>>

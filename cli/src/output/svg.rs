//! Helpers shared by the hand-written SVG pictures (`spectrum.svg`, `response.svg`).

/// Text escaped for SVG/XML.
pub fn esc(s: &str) -> String {
    s.replace('&', "&amp;")
        .replace('<', "&lt;")
        .replace('>', "&gt;")
        .replace('"', "&quot;")
}

/// A "nice" tick step (1, 2 or 5 × 10^k) for about `n` ticks over `span`.
pub fn tick_step(span: f64, n: f64) -> f64 {
    let raw = span / n;
    let p = 10f64.powf(raw.log10().floor());
    let m = raw / p;
    p * if m < 1.5 {
        1.0
    } else if m < 3.5 {
        2.0
    } else if m < 7.5 {
        5.0
    } else {
        10.0
    }
}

<<

→ **What to work on**:
For the lines from the one containing "pub fn tick_step(span: f64, n: f64)" through the end of the listing above, output each exactly and leave out the rest.

→ **Reply to the task**:
pub fn tick_step(span: f64, n: f64) -> f64 {
    let raw = span / n;
    let p = 10f64.powf(raw.log10().floor());
    let m = raw / p;
    p * if m < 1.5 {
        1.0
    } else if m < 3.5 {
        2.0
    } else if m < 7.5 {
        5.0
    } else {
        10.0
    }
}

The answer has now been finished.